ODEC’s Cocco said he hoped PJM would offer comments supporting its role as a “thought leader on gas-electric coordination.”
Generator Deliverability Education
PJM transmission planning engineer Jonathan Kern gave an update on the RTO’s proposed changes to generation deliverability testing.
Kern said the testing procedures “have been relatively unchanged for many years” despite the increased variability in dispatches because of the spread of renewables.
Among the changes is the grouping of resource types into three “block dispatches” based on their economics, with block 1 containing the units with the lowest offer prices (nuclear, wind, solar, hydro, pumped storage and other renewables); the more expensive block 2 (coal and combined cycle gas); and the most expensive, block 3 (IC/CT/ST oil and gas). “It better describes how PJM operates,” Kern said.
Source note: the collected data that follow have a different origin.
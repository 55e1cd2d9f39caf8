import { Injectable, type CanActivate, type ExecutionContext } from '@nestjs/common';
import { Settings } from '../../config.js';
import { NotAllowed } from '../../errors.js';
import type { PageRequest } from '../http/exchange.js';
import { formTokenField } from '../forms/form-token.js';
import { isSameText } from './token.js';

const harmless = new Set(['GET', 'HEAD', 'OPTIONS']);

/**
 * Keeps other sites from acting in a signed-in person's name. A changing request must come from our
 * own pages as far as the browser tells, and a form must carry the token of the session it was
 * rendered for. Runs after the session guard.
 */
@Injectable()
export class SameSiteGuard implements CanActivate {
  constructor(private readonly settings: Settings) {}

  canActivate(context: ExecutionContext): boolean {
    const request = context.switchToHttp().getRequest<PageRequest>();
    if (harmless.has(request.method)) return true;
    if (!this.#isFromOurPages(request)) {
      throw new NotAllowed(
        'This came from another site, so nothing was done.',
        'Open the page in Stillair itself and try again there.',
      );
    }
    if (request.viewer === undefined || this.#carriesProof(request, request.viewer.formToken)) {
      return true;
    }
    throw new NotAllowed(
      'This form was opened under another sign-in, so nothing was saved.',
      'Go back, load the page again, and send the form once more.',
    );
  }

  #isFromOurPages({ headers, host }: PageRequest): boolean {
    const site = headers['sec-fetch-site'];
    if (site !== undefined && site !== 'same-origin' && site !== 'none') return false;
    const { origin } = headers;
    if (origin === undefined) return true;
    if (origin === this.settings.publicUrl) return true;
    return URL.canParse(origin) && new URL(origin).host === host;
  }

  #carriesProof(request: PageRequest, token: string): boolean {
    // A foreign page can send a form without asking, but JSON only after a permission we never give.
    const type = request.headers['content-type'] ?? '';
    if (/^application\/json\b/i.test(type)) return true;
    const body = request.body as Readonly<Record<string, unknown>> | null | undefined;
    const sent = body?.[formTokenField] ?? request.headers['x-form-token'];
    return typeof sent === 'string' && isSameText(sent, token);
  }
}
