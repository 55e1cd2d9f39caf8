/** The main navigation, in the order shown; the home page repeats it with what each is for. */
export const navigation: readonly {
  readonly href: string;
  readonly label: string;
  readonly about: string;
}[] = [{ href: '/', label: 'Home', about: '' }];
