/** The main navigation, in the order shown; the home page repeats it with what each is for. */
export const navigation: readonly {
  readonly href: string;
  readonly label: string;
  readonly about: string;
}[] = [
  { href: '/', label: 'Home', about: '' },
  {
    href: '/venues',
    label: 'Venues',
    about: 'Rooms with their sizes, openings and air, each figure with where it comes from.',
  },
  {
    href: '/plans',
    label: 'Plans',
    about: 'What is released where, what people breathe, and the decision with its reasons.',
  },
];
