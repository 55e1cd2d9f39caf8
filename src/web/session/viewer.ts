import { createParamDecorator, SetMetadata, type ExecutionContext } from '@nestjs/common';
import { NotAllowed } from '../../errors.js';
import type { Account } from '../../storage/people.repository.js';
import type { PageRequest } from '../http/exchange.js';

/** The signed-in person, as far as a page needs to know. */
export interface Viewer extends Account {
  /** Goes into every form, and must come back with it. */
  readonly formToken: string;
}

export const openToStrangersKey = 'stillair:open-to-strangers';

/** Lets a handler answer somebody who is not signed in. Sign-in, the first link and health only. */
export const OpenToStrangers = () => SetMetadata(openToStrangersKey, true);

/** The signed-in person of this request. */
export const CurrentViewer = createParamDecorator(
  (_: unknown, context: ExecutionContext): Viewer => {
    const { viewer } = context.switchToHttp().getRequest<PageRequest>();
    if (viewer === undefined) throw new NotAllowed('You are not signed in.', 'Sign in first.');
    return viewer;
  },
);
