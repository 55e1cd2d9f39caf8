import { Injectable, type CanActivate, type ExecutionContext } from '@nestjs/common';
import { Reflector } from '@nestjs/core';
import { NotAllowed } from '../../errors.js';
import type { PageRequest } from '../http/exchange.js';
import { SessionsService } from './sessions.service.js';
import { openToStrangersKey } from './viewer.js';

/** Somebody asked for a page without being signed in; the filter sends a browser to sign-in. */
export class SignInNeeded extends NotAllowed {
  constructor() {
    super('You are not signed in.', 'Sign in, then try again.');
    this.name = 'SignInNeeded';
  }
}

/** Nobody who is not signed in gets past, unless the handler says that it answers strangers. */
@Injectable()
export class SessionGuard implements CanActivate {
  constructor(
    private readonly reflector: Reflector,
    private readonly sessions: SessionsService,
  ) {}

  async canActivate(context: ExecutionContext): Promise<boolean> {
    const request = context.switchToHttp().getRequest<PageRequest>();
    const viewer = await this.sessions.viewerOf(request);
    if (viewer !== undefined) {
      request.viewer = viewer;
      return true;
    }
    const open = this.reflector.getAllAndOverride<boolean | undefined>(openToStrangersKey, [
      context.getHandler(),
      context.getClass(),
    ]);
    if (open === true) return true;
    throw new SignInNeeded();
  }
}
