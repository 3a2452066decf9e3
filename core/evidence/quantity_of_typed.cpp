// SPDX-License-Identifier: GPL-3.0-or-later
#include "core/evidence/quantity.h"

#include "core/quantity/expression.h"

#include <algorithm>
#include <array>
#include <cmath>

namespace planewright {

namespace {

/// What a typed text is read as; its value is in the base.
struct Word {
  std::string_view word;
  EntryKind kind;
};

const auto& words() {
  static const std::array words = {Word{"stress", {dimension::stress, {}, Slopes::none}},
                                   Word{"force", {dimension::force, {}, Slopes::none}},
                                   Word{"length", {dimension::length, {}, Slopes::none}},
                                   Word{"moment", {dimension::moment, {}, Slopes::none}},
                                   Word{"angle", {dimension::angle, degreeUnit(), Slopes::line}}};
  return words;
}

} // namespace

Result<Quantity> quantityOfTyped(const CheckInputs& inputs, std::string_view word) {
  const auto at = std::ranges::find(words(), word, &Word::word);
  if (at == words().end())
    return tl::unexpected(Problem{{},
                                  0,
                                  0,
                                  std::string(word),
                                  PW_TEXT("Check", "This quantity does not follow from these inputs."),
                                  {}});
  return readEntry(inputs.word("typed").value_or(""), at->kind).map([&](const Entry& entry) {
    return Quantity{entry.value, at->kind.slopes == Slopes::line, std::abs(entry.value)};
  });
}

} // namespace planewright
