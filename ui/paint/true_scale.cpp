// SPDX-License-Identifier: GPL-3.0-or-later
#include "ui/paint/true_scale.h"

#include <QScreen>
#include <QWidget>

namespace planewright {

/// A screen that does not know its size says something absurd; then Qt's usual resolution stands.
double truePixelsPerMm(const QWidget& widget) {
  constexpr double mmPerInch = 25.4;
  constexpr double least = 60;
  constexpr double greatest = 400;
  const double stated = widget.screen()->physicalDotsPerInchX();
  const double dpi = stated >= least && stated <= greatest ? stated : widget.logicalDpiX();
  return dpi / mmPerInch;
}

} // namespace planewright
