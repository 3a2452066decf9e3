// SPDX-License-Identifier: GPL-3.0-or-later
#pragma once

#include "core/evidence/check_inputs.h"
#include "core/words/problem.h"

namespace planewright {

/// A quantity of a check as the program computes it.
struct Quantity {
  double value = 0;
  bool isAngle = false; ///< compared modulo 180 deg
  double scale = 0;     ///< size of the terms behind it, against which own arithmetic is judged
};

/// Of a state of plane stress and an angle: sxp syp txyp s1 s2 tmax tabs savg thp1 thp2 ths txy.
Result<Quantity> quantityOfState(const CheckInputs& inputs, std::string_view word);

/// Of a section and its forces: A Iz Iy Wz Wpl ys J Wt S S_flange, and sx txy s1 s2 at a fibre. Inputs are
/// the shape and its sizes, N Vy Vz T My Mz, the fibre's y and z or "at" (bottom, junction: the highest one),
/// and its view. Lengths and forces may be in any units that belong together; `unit` names that of the
/// result, from which sizes in mm are known where it is another.
Result<Quantity> quantityOfSection(const CheckInputs& inputs, std::string_view word, std::string_view unit);

/// Of three gauges (a ea b eb c ec) or strains in axes (ex ey gxy, turned by theta), microstrain and degrees:
/// ex ey gxy e1 e2 e3 gabs thp1 thp2 exp_x exp_y gxpyp; with E in GPa and nu the stresses s1 s2 tmax in MPa.
Result<Quantity> quantityOfStrain(const CheckInputs& inputs, std::string_view word);

/// Of a state (or of sn and tnt on a plane) and strengths, by the inputs criterion, theta (of the line or the
/// plane's normal) and Xt Xc Yt Yc S, f, cohesion friction cutoff, fu beta_w gamma_M2: u, factor (the load
/// multiplier), sigma_eq (the utilisation times f). Any one unit of stress.
Result<Quantity> quantityOfStrength(const CheckInputs& inputs, std::string_view word);

/// Of a text as a user types it ("typed"), with its unit or as a slope: stress force length moment (in MPa,
/// N, mm and N mm), angle (of a line, deg).
Result<Quantity> quantityOfTyped(const CheckInputs& inputs, std::string_view word);

} // namespace planewright
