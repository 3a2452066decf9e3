// SPDX-License-Identifier: GPL-3.0-or-later
#include "core/evidence/quantity.h"
#include "core/source/measured.h"
#include "core/stress/circle.h"

#include <algorithm>
#include <array>
#include <cmath>

namespace planewright {

namespace {

constexpr double micro = 1e-6;
constexpr double perGiga = 1e3; // MPa in GPa

using Value = std::optional<double>;

struct Computed {
  PlaneStrain strain;
  PrincipalStrains principal;
  std::optional<PlaneStrain> turned;
  std::optional<Circle> circle; ///< of the stresses, where E and nu are given
  std::optional<double> third;  ///< strain across a free surface, -nu/(1 - nu) (ex + ey)
};

struct Word {
  std::string_view word;
  Value (*value)(const Computed&);
  bool isAngle = false;
};

Value inMicro(double strain) {
  return strain / micro;
}

Value spread(const Computed& c) {
  if (!c.third)
    return std::nullopt;
  const auto [least, greatest] = std::minmax({c.principal.e1, c.principal.e2, *c.third});
  return inMicro(greatest - least);
}

Value directionOf(const Computed& c, double turn) {
  return c.principal.direction ? Value(folded(*c.principal.direction + Angle::fromDegrees(turn)).degrees())
                               : std::nullopt;
}

constexpr std::array words = {
    Word{"ex", [](const Computed& c) { return inMicro(c.strain.ex); }},
    Word{"ey", [](const Computed& c) { return inMicro(c.strain.ey); }},
    Word{"gxy", [](const Computed& c) { return inMicro(c.strain.gxy); }},
    Word{"e1", [](const Computed& c) { return inMicro(c.principal.e1); }},
    Word{"e2", [](const Computed& c) { return inMicro(c.principal.e2); }},
    Word{"e3", [](const Computed& c) { return c.third ? inMicro(*c.third) : std::nullopt; }},
    Word{"gabs", spread},
    Word{"thp1", [](const Computed& c) { return directionOf(c, 0); }, true},
    Word{"thp2", [](const Computed& c) { return directionOf(c, 90); }, true},
    Word{"exp_x", [](const Computed& c) { return c.turned ? inMicro(c.turned->ex) : std::nullopt; }},
    Word{"exp_y", [](const Computed& c) { return c.turned ? inMicro(c.turned->ey) : std::nullopt; }},
    Word{"gxpyp", [](const Computed& c) { return c.turned ? inMicro(c.turned->gxy) : std::nullopt; }},
    Word{"s1", [](const Computed& c) { return c.circle ? Value(c.circle->s1) : std::nullopt; }},
    Word{"s2", [](const Computed& c) { return c.circle ? Value(c.circle->s2) : std::nullopt; }},
    Word{"tmax", [](const Computed& c) { return c.circle ? Value(c.circle->radius) : std::nullopt; }}};

std::optional<PlaneStrain> strainIn(const CheckInputs& inputs) {
  Rosette rosette;
  constexpr std::array<std::array<std::string_view, 2>, 3> gauges = {{{"a", "ea"}, {"b", "eb"}, {"c", "ec"}}};
  bool isRosette = true;
  for (std::size_t i = 0; i < gauges.size(); ++i) {
    const auto angle = inputs.number(gauges[i][0]);
    const auto reading = inputs.number(gauges[i][1]);
    isRosette = isRosette && angle && reading;
    rosette[i] = {Angle::fromDegrees(angle.value_or(0)), reading.value_or(0) * micro};
  }
  if (isRosette) {
    const Result<RosetteSolution> solution = solved(rosette);
    return solution ? std::optional(solution->strain) : std::nullopt;
  }
  const auto ex = inputs.number("ex");
  const auto ey = inputs.number("ey");
  const auto gxy = inputs.number("gxy");
  return ex && ey && gxy ? std::optional(PlaneStrain{*ex * micro, *ey * micro, *gxy * micro}) : std::nullopt;
}

Problem fault(std::string_view quoted, Text what) {
  return {{}, 0, 0, std::string(quoted), std::move(what), {}};
}

} // namespace

Result<Quantity> quantityOfStrain(const CheckInputs& inputs, std::string_view word) {
  const std::optional<PlaneStrain> strain = strainIn(inputs);
  if (!strain)
    return tl::unexpected(fault({}, PW_TEXT("Check", "These inputs make no state of strain.")));
  Computed computed{*strain, principalOf(*strain), {}, {}, {}};
  if (const auto theta = inputs.number("theta"))
    computed.turned = inTurnedAxes(*strain, Angle::fromDegrees(*theta));
  const auto E = inputs.number("E");
  const auto nu = inputs.number("nu");
  if (E && nu) {
    computed.circle = circleOf(stressOf(*strain, Isotropic{*E * perGiga, *nu}));
    computed.third = -*nu / (1 - *nu) * (strain->ex + strain->ey);
  }
  const auto row = std::ranges::find(words, word, &Word::word);
  const Value value = row == words.end() ? std::nullopt : row->value(computed);
  if (!value)
    return tl::unexpected(fault(word, PW_TEXT("Check", "“%1” is no quantity of a strain.").with(word)));
  const double scale = std::max({std::abs(computed.principal.e1), std::abs(computed.principal.e2)}) / micro;
  return Quantity{*value, row->isAngle, row->isAngle ? 180 : std::max(scale, std::abs(*value))};
}

} // namespace planewright
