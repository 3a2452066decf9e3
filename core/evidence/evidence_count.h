// SPDX-License-Identifier: GPL-3.0-or-later
#pragma once

#include "core/evidence/trust.h"

namespace planewright {

/// How many published values there are, and how many of them the program does not meet.
struct EvidenceCount {
  std::size_t values = 0;
  std::size_t disagreeing = 0;
  bool operator==(const EvidenceCount&) const = default;
};

EvidenceCount countOf(const std::vector<CheckResult>& checks);
EvidenceCount countOf(const std::vector<CheckResult>& checks, Trust trust);
/// Of those that are evidence from outside the program.
EvidenceCount outsideCountOf(const std::vector<CheckResult>& checks);

/// "All 326 values agree; 240 of them are evidence from outside the program, 86 are not."
std::vector<Text> wordsOfCount(const std::vector<CheckResult>& checks);

} // namespace planewright
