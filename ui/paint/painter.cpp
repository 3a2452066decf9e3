// SPDX-License-Identifier: GPL-3.0-or-later
#include "ui/paint/painter.h"

#include "core/figure/metrics.h"
#include "ui/look/font.h"
#include "ui/look/look.h"

#include <QFontMetricsF>
#include <QPainter>
#include <QPainterPath>

#include <algorithm>

namespace planewright {

namespace {

/// The em in which texts are set before they are scaled to their size: the font's own design units, so that
/// every advance is a whole number and no size is rounded to pixels.
constexpr double em = 2048;

/// The program's font alone: what it lacks is not silently taken from another one.
QFont setterOf(bool bold) {
  QFont font = programFont(em, bold);
  font.setStyleStrategy(QFont::StyleStrategy(QFont::PreferAntialias | QFont::NoFontMerging));
  return font;
}

QPen penOf(const std::optional<Pen>& pen, const Look& look) {
  if (!pen)
    return QPen(Qt::NoPen);
  QPen result(look.colour(pen->role), pen->width, Qt::SolidLine, Qt::FlatCap, Qt::MiterJoin);
  const std::vector<double> lengths = dashLengths(pen->dash);
  if (!lengths.empty())
    result.setDashPattern(QList<qreal>(lengths.begin(), lengths.end()));
  return result;
}

QBrush brushOf(const std::optional<Role>& fill, const Look& look) {
  return fill ? QBrush(look.colour(*fill)) : QBrush(Qt::NoBrush);
}

QPointF pointOf(Vec at) {
  return {at.x, at.y};
}

/// A stretch of a run: in the program's font, or one character that it lacks, in a cell of one em.
struct Stretch {
  QString text;
  double width;
  bool foreign;
};

std::vector<Stretch> stretchesOf(const QString& text, const QFontMetricsF& metrics) {
  std::vector<Stretch> result;
  const auto finish = [&] {
    if (!result.empty() && !result.back().foreign)
      result.back().width = metrics.horizontalAdvance(result.back().text);
  };
  qsizetype at = 0;
  for (const uint character : text.toUcs4()) {
    const qsizetype length = QChar::requiresSurrogates(character) ? 2 : 1;
    const QString piece = text.mid(at, length);
    at += length;
    const bool foreign = !metrics.inFontUcs4(character);
    if (!foreign && !result.empty() && !result.back().foreign) {
      result.back().text += piece;
      continue;
    }
    finish();
    result.push_back({piece, em, foreign});
  }
  finish();
  return result;
}

/// Paints the parts of one picture.
class Brushwork {
public:
  Brushwork(QPainter& painter, Palette palette)
      : m_painter(painter), m_look{palette}, m_fonts{setterOf(false), setterOf(true)} {}

  void operator()(const Path& path) {
    QPolygonF points;
    for (const Vec point : path.points)
      points << pointOf(point);
    m_painter.setPen(penOf(path.pen, m_look));
    m_painter.setBrush(brushOf(path.fill, m_look));
    if (path.closed || path.fill)
      m_painter.drawPolygon(points);
    else
      m_painter.drawPolyline(points);
  }

  void operator()(const Arc& arc) {
    m_painter.setPen(penOf(arc.pen, m_look));
    m_painter.setBrush(brushOf(arc.fill, m_look));
    const QRectF box(arc.centre.x - arc.radius, arc.centre.y - arc.radius, 2 * arc.radius, 2 * arc.radius);
    if (arc.sweep >= 360 || arc.sweep <= -360) {
      m_painter.drawEllipse(box);
      return;
    }
    QPainterPath path;
    path.arcMoveTo(box, arc.start);
    path.arcTo(box, arc.start, arc.sweep);
    m_painter.drawPath(path);
  }

  void operator()(const Label& label) {
    const double width = widthOf(label);
    const double shift = label.align == Align::start ? 0 : label.align == Align::middle ? width / 2 : width;
    QPointF at(label.at.x - shift, label.at.y);
    if (label.ground) {
      const QRectF box(at.x(), at.y() - ascent * label.size, width, (ascent + descent) * label.size);
      m_painter.fillRect(box, m_look.colour(Role::canvas));
    }
    m_painter.setPen(m_look.colour(label.role));
    for (const Run& run : label.runs) {
      const double size = run.lowered ? loweredSize * label.size : label.size;
      const double drop = run.lowered ? loweredDrop * label.size : 0;
      at.rx() += set(QString::fromStdString(run.text), at + QPointF(0, drop), size, label.bold);
    }
  }

private:
  double widthOf(const Label& label) const {
    const QFontMetricsF metrics(m_fonts[label.bold ? 1 : 0]);
    double width = 0;
    for (const Run& run : label.runs)
      for (const Stretch& stretch : stretchesOf(QString::fromStdString(run.text), metrics))
        width += stretch.width * (run.lowered ? loweredSize : 1) * label.size / em;
    return width;
  }

  /// Sets one run from `at` and says how far it went.
  double set(const QString& text, QPointF at, double size, bool bold) {
    const QFont& font = m_fonts[bold ? 1 : 0];
    const QFontMetricsF metrics(font);
    m_painter.save();
    m_painter.setFont(font);
    m_painter.translate(at);
    m_painter.scale(size / em, size / em);
    double pen = 0;
    for (const Stretch& stretch : stretchesOf(text, metrics)) {
      if (stretch.foreign)
        setForeign(stretch.text, pen, bold);
      else
        m_painter.drawText(QPointF(pen, 0), stretch.text);
      pen += stretch.width;
    }
    m_painter.restore();
    return pen * size / em;
  }

  /// A character from whatever font has it, in the middle of a cell of one em, made narrower to fit.
  void setForeign(const QString& text, double pen, bool bold) {
    const QFont font = programFont(em, bold);
    const double width = QFontMetricsF(font).horizontalAdvance(text);
    m_painter.save();
    m_painter.setFont(font);
    m_painter.translate(pen + em / 2, 0);
    m_painter.scale(std::min(1.0, em / width), 1);
    m_painter.drawText(QPointF(-width / 2, 0), text);
    m_painter.restore();
  }

  QPainter& m_painter;
  Look m_look;
  QFont m_fonts[2];
};

} // namespace

void paintPicture(QPainter& painter, const Picture& picture, Palette palette) {
  painter.save();
  painter.setRenderHints(QPainter::Antialiasing | QPainter::TextAntialiasing);
  Brushwork brushwork(painter, palette);
  for (const auto& part : picture.parts)
    std::visit(brushwork, part);
  painter.restore();
}

} // namespace planewright
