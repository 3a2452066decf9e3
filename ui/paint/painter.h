// SPDX-License-Identifier: GPL-3.0-or-later
#pragma once

#include "core/figure/look.h"

class QPainter;

namespace planewright {

/// Paints a Picture with one unit of the picture as one unit of the painter, its origin at the painter's.
/// The same routine serves the window, PNG, PDF and printer.
void paintPicture(QPainter& painter, const Picture& picture, Palette palette);

} // namespace planewright
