// SPDX-License-Identifier: GPL-3.0-or-later
#include "core/evidence/check_row.h"

#include "core/evidence/check_inputs.h"
#include "core/record/csv.h"
#include "core/words/names.h"

namespace planewright {

template <>
const std::vector<Named<CheckStatus>>& namesOf() {
  static const std::vector<Named<CheckStatus>> names = {
      {CheckStatus::ok, "OK", PW_TEXT("Check", "printed value")},
      {CheckStatus::lastDigit, "LAST_DIGIT", PW_TEXT("Check", "rounded on its way in the source")},
      {CheckStatus::sign, "SIGN", PW_TEXT("Check", "magnitude only")},
      {CheckStatus::noPrintedValue, "NO_PRINTED_VALUE", PW_TEXT("Check", "no printed value")}};
  return names;
}

namespace {

constexpr std::string_view heading =
    "id,case,class,inputs,quantity,unit,printed,tol,recomputed,status,note,source,locator,basis";
/// In the order of the heading.
namespace column {
enum {
  id,
  title,
  kind,
  inputs,
  quantity,
  unit,
  printed,
  tol,
  recomputed,
  status,
  note,
  source,
  locator,
  basis,
  count
};
}

Problem fault(std::string_view quoted, Text what) {
  return {{}, 0, 0, std::string(quoted), std::move(what), {}};
}

/// Reads the printed value, its tolerance and own arithmetic; false when one does not read.
bool readNumbers(CheckResult& result, const std::vector<std::string>& fields) {
  const std::optional<double> own = numberIn(fields[column::recomputed]);
  result.recomputed = own.value_or(0);
  if (result.status == CheckStatus::noPrintedValue)
    return own && fields[column::printed].empty();
  const std::optional<double> tolerance = numberIn(fields[column::tol]);
  result.printed = numberIn(fields[column::printed]);
  result.tolerance = tolerance.value_or(0);
  return own && result.printed && tolerance;
}

} // namespace

bool isHeading(std::string_view row) {
  return row == heading;
}

Result<CheckResult> readCheckRow(std::string_view row) {
  const std::vector<std::string> fields = csvFields(row);
  if (fields.size() != column::count)
    return tl::unexpected(fault(row, PW_TEXT("Check", "This row has not as many fields as its heading.")));
  CheckResult result = {.id = fields[column::id],
                        .source = fields[column::source],
                        .locator = fields[column::locator],
                        .basis = fields[column::basis],
                        .inputs = fields[column::inputs],
                        .quantity = fields[column::quantity],
                        .unit = fields[column::unit]};
  const std::optional<CheckStatus> status = fromWord<CheckStatus>(fields[column::status]);
  if (!status)
    return tl::unexpected(fault(fields[column::status], PW_TEXT("Check", "This status is not known.")));
  result.status = *status;
  if (!readNumbers(result, fields))
    return tl::unexpected(
        fault(fields[column::printed], PW_TEXT("Check", "The numbers of this row do not read.")));
  return result;
}

} // namespace planewright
PJM also plans to redefine the “light load” period to include 10 a.m.-3 p.m. where the coincident peak load is between 40 and 60% of the annual peak for historical generation data necessary to represent the 50% load level.
“Solar is putting out large amounts of energy during the daytime. That’s completely unaccounted for” in PJM’s current modeling, Kern said.
PJM is also introducing the concept of “helpers” (generation with a negative DFAX, for which a decrease in the generation output increases the loading on a flowgate under study) and “harmers” (those with a positive DFAX, meaning a boost in generation would increase loading on the flowgate).
The new rules also will include more wind and solar in base case dispatches, with fixed solar rising from 38% to 47 to 55% of nameplate capacity in summer. Onshore wind would increase from 13% to 16 to 20%, and offshore wind would jump from 30% to 33 to 38%.
The RTO also plans to consider the impact of wind sited in MISO in both its light-load and winter tests. “Essentially, we’re looking at: What are the loopflows that would result from those wind units being dispatched at higher levels in MISO?” Kern explained.